You should make a medical device.
Have you ever considered learning medicine? Unless you work in a medical field, the answer is probably no. You would be more likely to invest time in a technological skill like machine learning, web development, or robotics. It is a shame that this division exists.
Medicine continues to be secluded from the general public. This limits dissemination of information, capacity for innovation, and proper utilization. How can we bring these fields to an open stage where those with diverse skill-sets can offer solutions?
Step one must be providing adequate learning materials to the public. Medical textbooks exist, and so does Wikipedia, but these are not suitable for building a collaborative environment for discovery. Consider this image from Netter’s book on cardiology.
There is a lot of information here, but it is not very helpful or satisfying. You are not going to be able to advance the cardiac field with this diagram alone.
So do you then need to go to medical school and learn years of physiology and anatomy before you can think of creative solutions to cardiac problems? Definitely not! Let’s briefly explore this now.
The heart is fundamentally a pump. It is soft and it moves and it pushes blood around with its muscle.
Blood that needs to be oxygenated gets pumped to the lungs. (Blue side of the heart.) It them comes back to the heart and gets pumped to the body. (Red side of the heart.)
To make sure that blood always moves in the same direction, the heart is equipped with four one-way valves which flap open and closed as it beats.
That’s not a lot of information, but we can work with this.
Now what we really need is to see what a heart actually looks like and explore it. That’s tough, because it isn’t easy to get your hands on a human heart. Luckily, we can find some videos that help.
Here is a video inside a real beating human heart. (This is inside the left ventricle, which you can find on the previous drawn image.) It is no longer inside a person. Although it couldn’t be transplanted, it was able to be reanimated on an external perfusion pump.
The valve on the left is the aortic valve. If you follow it, you will follow oxygenated blood being delivered to the body.
On the right is the mitral valve. Go through that opening and you will travel against the flow of blood to the lungs.
Things can go wrong with both of these structures, but let’s focus on the aortic valve. If the aortic valve becomes calcified (perhaps as a result of smoking), you might need to get a new artificial valve.
For this you have roughly two options: invasive surgery where it is necessary to open the patient’s ribcage and suture in a new valve, or deliver a valve through a catheter using an artery in the leg. In the latter case you might choose to give the patient a Medtronic CoreValve.
Here is an image of it delivered. An okay representation. Notice how it is designed to leave arteries on the left and right side unobstructed. Block those and your heart stops! Be careful!
But we can visualize this better too. Here is another video showing an actual CoreValve being delivered in a reanimated human heart:
In this case the valve was delivered quite well. Probably because it was easy to see exactly where the valve was! But can you think of anything that can go wrong?
The valve could be delivered too high or too low. If it is too low, notice how it could adversely intrude on the space of the mitral valve. You would need to take this case into account when you create a device like this!
And notice the imaging on the bottom of the screen. This is what physicians will see during a procedure. This makes incorrect delivery much more likely.
So maybe your role isn’t designing the next artificial valve. Maybe you should come up with a new procedure or imaging modality that ensures correct valve placement. I don’t have the solution for you, but if you are a plummer, I’ll bet you have some ideas.

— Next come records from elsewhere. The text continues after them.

//! Fourth moments of the centred union, M[l,m,r,s] = Σᵢ z̃ᵢₗz̃ᵢₘz̃ᵢᵣz̃ᵢₛ, and the HC0 sums and
//! Breusch–Pagan sums of one model from them, with no pass over the rows.
//!
//! Built once per design from the distinct index sets l ≤ m ≤ r ≤ s only (about q⁴/24 sums,
//! a third of the Gram matrix of all pairwise products), as matrix products over row blocks,
//! and kept in that compact form (small enough to stay in cache during the per-model
//! contractions, which visit each distinct set once).

use faer::linalg::matmul::matmul;
use faer::{Accum, Mat, MatRef, Par};
use rayon::prelude::*;

use super::basis::{pair_starts, Basis, ModelVectors, EPS};
use super::ROUNDING_LAMBDA;
use crate::finish::BpSums;
use crate::model_core::CoreFit;

/// Rows per block inside one chunk (the pair-product block is rows × q(q+1)/2).
const BLOCK_ROWS: usize = 256;
/// Rows per chunk of the parallel build, at least; chunks are summed in order.
const MIN_CHUNK_ROWS: usize = 32_768;
/// Most chunks (their partial sums are all held until the ordered reduction).
const MAX_CHUNKS: usize = 64;

/// The distinct fourth moments of the centred union.
#[derive(Debug)]
pub(crate) struct FourthMoments {
    /// Start of each first index in the pair order (length q + 1).
    starts: Vec<usize>,
    /// Per middle index m: the (m+1) × (P − start(m)) block holding M[l,m,r,s] for l ≤ m ≤ r ≤ s
    /// at row l, column (pair index of (r, s)) − start(m).
    blocks: Blocks,
    /// ‖z̃ₗ‖₄ = M[l,l,l,l]^¼ per coordinate.
    norm4: Vec<f64>,
    /// Rows.
    n: usize,
}

/// Per middle index m: the (m+1) × (P − start(m)) block of sums Σ z̃ₗz̃ₘ·(z̃ᵣz̃ₛ), l ≤ m ≤ r ≤ s.
type Blocks = Vec<Mat<f64>>;

fn empty_blocks(q: usize, starts: &[usize]) -> Blocks {
    let total = starts[q];
    (0..q)
        .map(|m| Mat::<f64>::zeros(m + 1, total - starts[m]))
        .collect()
}

fn chunk_blocks(
    basis: &Basis,
    x: MatRef<'_, f64>,
    y: MatRef<'_, f64>,
    r0: usize,
    nr: usize,
    starts: &[usize],
) -> Blocks {
    let q = basis.q;
    let total = starts[q];
    let mut out = empty_blocks(q, starts);
    let mut z = Mat::<f64>::zeros(BLOCK_ROWS, q);
    let mut pp = Mat::<f64>::zeros(BLOCK_ROWS, total);
    let mut lhs = Mat::<f64>::zeros(BLOCK_ROWS, q);
    let mut b0 = r0;
    while b0 < r0 + nr {
        let nb = BLOCK_ROWS.min(r0 + nr - b0);
        basis.fill_range(x, y, b0, nb, &mut z);
        for (r, &start) in starts[..q].iter().enumerate() {
            for s in r..q {
                let (zr, zs) = (z.col(r), z.col(s));
                let mut d = pp.col_mut(start + s - r);
                for i in 0..nb {
                    d[i] = zr[i] * zs[i];
                }
            }
        }
        for (m, block) in out.iter_mut().enumerate() {
            for (l, &start) in starts[..=m].iter().enumerate() {
                let src = pp.col(start + m - l);
                lhs.col_mut(l)
                    .subrows_mut(0, nb)
                    .copy_from(src.subrows(0, nb));
            }
            let a = lhs.as_ref().subrows(0, nb).subcols(0, m + 1);
            let b = pp
                .as_ref()
                .subrows(0, nb)
                .subcols(starts[m], total - starts[m]);
            matmul(block.as_mut(), Accum::Add, a.transpose(), b, 1.0, Par::Seq);
        }
        b0 += nb;
    }
    out
}

impl FourthMoments {
    /// Memory the distinct moments take for `q` coordinates, in f64 slots (about q⁴/24, and
    /// as much again per chunk partial during the build).
    pub fn slots(q: usize) -> usize {
        q.pow(4) / 24 + q.pow(3)
    }

    /// Builds the moments: fixed row chunks in parallel (each sequential), summed in chunk
    /// order, so the numbers do not depend on the thread count.
    /// `budget` (f64 slots) caps the chunk partials held at once.
    pub fn build(
        basis: &Basis,
        x: MatRef<'_, f64>,
        y: MatRef<'_, f64>,
        budget: usize,
    ) -> FourthMoments {
        let (n, q) = (basis.n, basis.q);
        let starts = pair_starts(q);
        let chunks = (budget / Self::slots(q)).clamp(1, MAX_CHUNKS);
        let chunk = MIN_CHUNK_ROWS.max(n.div_ceil(chunks)).max(1);
        let bounds: Vec<(usize, usize)> = (0..n)
            .step_by(chunk)
            .map(|r0| (r0, chunk.min(n - r0)))
            .collect();
        let parts: Vec<Blocks> = bounds
            .par_iter()
            .map(|&(r0, nr)| chunk_blocks(basis, x, y, r0, nr, &starts))
            .collect();
        let mut sum = empty_blocks(q, &starts);
        for part in &parts {
            for (acc, b) in sum.iter_mut().zip(part) {
                *acc += b;
            }
        }
        drop(parts);
        let norm4 = (0..q).map(|l| sum[l][(l, 0)].max(0.0).powf(0.25)).collect();
        FourthMoments {
            starts,
            blocks: sum,
            norm4,
            n,
        }
    }

    /// The e²-weighted Gram T[i, j] = Σᵢ eᵢ² z̃ᵢₗz̃ᵢₘ over the model's active coordinates
    /// (na × na, row-major) and the 4-norm size of c̃ (ones slack included).
    ///
    /// Each distinct set of four active coordinates is visited once; for each way of splitting
    /// it into a pair (l, m) and a remainder (r, s) (distinct pairs only), T[l, m] gains
    /// M·c̃ᵣc̃ₛ, twice when r ≠ s (both orders of the remainder).
    fn weighted_gram(&self, v: &ModelVectors, t: &mut Vec<f64>) -> f64 {
        const SPLITS: [[usize; 4]; 6] = [
            [0, 1, 2, 3],
            [0, 2, 1, 3],
            [0, 3, 1, 2],
            [1, 2, 0, 3],
            [1, 3, 0, 2],
            [2, 3, 0, 1],
        ];
        let (act, c) = (&v.active, &v.c);
        let na = act.len();
        t.clear();
        t.resize(na * na, 0.0);
        // cc[r·na + s] = c̃ᵣc̃ₛ, doubled off the diagonal (both orders of the remainder).
        let mut cc = vec![0.0; na * na];
        for r in 0..na {
            for s in 0..na {
                cc[r * na + s] = c[r] * c[s] * if r == s { 1.0 } else { 2.0 };
            }
        }
        for i0 in 0..na {
            for i1 in i0..na {
                let block = &self.blocks[act[i1]];
                let base = self.starts[act[i1]];
                for i2 in i1..na {
                    // Both differences are non-negative (`act` and `starts` increase); the
                    // order matters, as `starts − act − base` alone can go below zero.
                    let col0 = self.starts[act[i2]] - base;
                    for i3 in i2..na {
                        let m = block[(act[i0], col0 + (act[i3] - act[i2]))];
                        if i0 < i1 && i1 < i2 && i2 < i3 {
                            // Four distinct coordinates: six distinct splits.
                            t[i0 * na + i1] += m * cc[i2 * na + i3];
                            t[i0 * na + i2] += m * cc[i1 * na + i3];
                            t[i0 * na + i3] += m * cc[i1 * na + i2];
                            t[i1 * na + i2] += m * cc[i0 * na + i3];
                            t[i1 * na + i3] += m * cc[i0 * na + i2];
                            t[i2 * na + i3] += m * cc[i0 * na + i1];
                            continue;
                        }
                        let idx = [i0, i1, i2, i3];
                        let mut seen = [(usize::MAX, usize::MAX); 6];
                        for (n_seen, split) in SPLITS.iter().enumerate() {
                            let (l, mm) = (idx[split[0]], idx[split[1]]);
                            if seen[..n_seen].contains(&(l, mm)) {
                                continue;
                            }
                            seen[n_seen] = (l, mm);
                            t[l * na + mm] += m * cc[idx[split[2]] * na + idx[split[3]]];
                        }
                    }
                }
            }
        }
        for l in 0..na {
            for mm in l + 1..na {
                t[mm * na + l] = t[l * na + mm];
            }
        }
        self.size4(&v.c, v.c0_slack, &v.active)
    }

    /// ‖(xₗ‖z̃ₗ‖₄)ₗ‖₂ with the ones-coordinate slack added: by Hölder each moment's rounding
    /// error is at most γ times the product of four 4-norms, and errors of different moments
    /// add in quadrature under the probabilistic model (docs/methods.md).
    fn size4(&self, x: &[f64], slack: f64, active: &[usize]) -> f64 {
        let one4 = (self.n as f64).powf(0.25);
        x.iter()
            .zip(active)
            .map(|(v, &l)| (v * self.norm4[l]).powi(2))
            .sum::<f64>()
            .sqrt()
            + slack * one4
    }

    /// Rounding constant of a sum over the rows of a product of four coordinates.
    fn gamma(&self, na: usize) -> f64 {
        (ROUNDING_LAMBDA * ((self.n + na * na) as f64).sqrt() + 4.0) * EPS
    }

    /// HC0 sums Σ wₐw_b e² over the reported w columns `rep` (t × t, row-major) and, when
    /// `need_bp`, the Breusch–Pagan sums; `None` when a rounding bound exceeds `tolerance` of
    /// an HC0 diagonal entry, or `bp_tolerance` of the Breusch–Pagan statistic's scale.
    #[allow(clippy::too_many_arguments)]
    pub fn model_sums(
        &self,
        basis: &Basis,
        core: &CoreFit,
        v: &ModelVectors,
        rep: &[usize],
        need_hc: bool,
        need_bp: bool,
        tolerance: f64,
        bp_tolerance: f64,
        t: &mut Vec<f64>,
    ) -> Option<(Vec<f64>, Option<BpSums>)> {
        let na = v.active.len();
        let c4 = self.weighted_gram(v, t);
        let gamma = self.gamma(na);
        let mut hc0 = Vec::new();
        if need_hc {
            let nt = rep.len();
            hc0 = vec![0.0; nt * nt];
            let mut ta = vec![0.0; na];
            for a in 0..nt {
                let xa = &v.a[rep[a]];
                for (i, o) in ta.iter_mut().enumerate() {
                    *o = (0..na).map(|j| t[i * na + j] * xa[j]).sum();
                }
                for b in a..nt {
                    let xb = &v.a[rep[b]];
                    let s: f64 = xb.iter().zip(&ta).map(|(p, q)| p * q).sum();
                    hc0[a * nt + b] = s;
                    hc0[b * nt + a] = s;
                }
                let a4 = self.size4(xa, v.a0_slack[rep[a]], &v.active);
                let bound = gamma * (a4 * c4).powi(2);
                // Written so that a NaN bound also fails.
                let resolved = bound <= tolerance * hc0[a * nt + a];
                if !resolved {
                    return None;
                }
            }
        }
        let bp = match need_bp {
            true => Some(self.bp_sums(basis, core, v, t, c4, gamma, bp_tolerance)?),
            false => None,
        };
        Some((hc0, bp))
    }

    /// Σe², Σe⁴ and X'(e∘e) from the weighted Gram, checked against their effect on the
    /// statistic n·ESS/TSS (see docs/methods.md).
    #[allow(clippy::too_many_arguments)]
    fn bp_sums(
        &self,
        basis: &Basis,
        core: &CoreFit,
        v: &ModelVectors,
        t: &[f64],
        c4: f64,
        gamma: f64,
        tolerance: f64,
    ) -> Option<BpSums> {
        let na = v.active.len();
        let nf = self.n as f64;
        let root_n = nf.sqrt();
        let one4 = nf.powf(0.25);
        let sum_u = t[0];
        let sum_u2: f64 = (0..na)
            .map(|i| v.c[i] * (0..na).map(|j| t[i * na + j] * v.c[j]).sum::<f64>())
            .sum();
        let d_sum_u = gamma * root_n * c4 * c4;
        let d_sum_u2 = gamma * c4.powi(4);
        let mean = sum_u / nf;
        // X'(e∘e) − ū·X'1 per column: with x = μ + s·z̃ the μ parts cancel exactly, so only the
        // centred coordinate's part is passed on (Σ z̃ e² and Σ z̃), free of the offsets.
        let mut xtu = Vec::with_capacity(core.k());
        let mut xt1 = Vec::with_capacity(core.k());
        let mut d_centred = Vec::with_capacity(core.k());
        for &c in &core.kept {
            let sc = basis.x_scale[c];
            match basis.x_coord[c] {
                Some(l) => {
                    let i = v.active.binary_search(&l).expect("active");
                    xtu.push(sc * t[i * na]);
                    xt1.push(sc * basis.colsum[l]);
                    d_centred.push(
                        sc * (gamma * one4 * self.norm4[l] * c4 * c4
                            + basis.colsum[l].abs() * d_sum_u / nf),
                    );
                }
                None => {
                    xtu.push(0.0);
                    xt1.push(0.0);
                    d_centred.push(0.0);
                }
            }
        }
        let tss = sum_u2 - nf * mean * mean;
        let d_tss = d_sum_u2 + 2.0 * mean.abs() * d_sum_u;
        if tss > 0.0 && d_tss < tss {
            let centred: Vec<f64> = (0..core.k()).map(|q| xtu[q] - mean * xt1[q]).collect();
            let ess = crate::model_core::projected_sq_norm(&core.rinv, &core.scales, &centred);
            // ‖R⁻ᵀδ‖ ≈ ‖R⁻¹‖_F‖δ‖/√k for errors δ independent across columns (the same
            // probabilistic model as γ).
            let rinv_f = (core.rinv.iter().map(|r| r * r).sum::<f64>() / core.k() as f64).sqrt();
            let dx = rinv_f
                * d_centred
                    .iter()
                    .zip(&core.scales)
                    .map(|(d, s)| (d / s).powi(2))
                    .sum::<f64>()
                    .sqrt();
            let d_ess = 2.0 * ess.sqrt() * dx + dx * dx;
            let stat = nf * ess / tss;
            let d_stat = nf * (d_ess / tss + ess * d_tss / (tss * tss)) / (1.0 - d_tss / tss);
            // Judged against the statistic or, when it is below its degrees of freedom, against
            // those: digits of a statistic far inside its null distribution do not matter.
            let resolved = d_stat <= tolerance * stat.max(core.k() as f64 - 1.0);
            if !resolved {
                return None;
            }
        } else if core.has_constant && core.k() >= 2 {
            // The statistic would be reported but its denominator is not resolved.
            return None;
        }
        Some(BpSums {
            sum_u,
            sum_u2,
            xtu,
            xt1,
        })
    }
}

Further considerations might be: How does the valve material interact with blood? (Clot consideration) How long does a valve like this last? How much does this valve move on each heartbeat? Are replacement valves needed for other valves in the heart? Can a valve like this be squeezed into a smaller delivery catheter?
So in a very short period of time we now have a list of important problems that can begin to be explored by only knowing a few anatomical regions that are listed in the first Netters diagram.
Part of getting here, though, was having the ability to see real anatomy without just memorizing lots of labeled regions. This can be difficult to come by. In our lab, we are doing our best to help with this. The functional heart videos here all come from the Visible Heart Laboratory’s Atlas of Human Cardiac Anatomy, but there is so much more than can be done.
Without resources like this, bringing health related fields to an open-source environment is tricky.
Data is abundant, but hidden. And the teaching and learning platforms for this have yet to take advantage of this new collaborative culture.
So if you are someone who is technically or mechanically skilled, consider bringing the medical sciences into your repertoire, because there are surprisingly few people who can apply what you know to these fields.
And if you are considering the startup route, here are two free ideas: GitHub or Kaggle for medical problems. (Kaggle actually has a lot of medical datasets, so maybe start there and bring the theory behind these challenges to a larger audience.)
If a community of technological medical practitioners can break through into mainstream, there is great potential for creating an ecosystem where medical technology breakthroughs start to match the exponential growth that is the mainstream technology industry.
So get out there, incentivize learning, add source control to medical problems, and make some money. More than anything, it might be a nice way to take your future medical treatment into your own hands.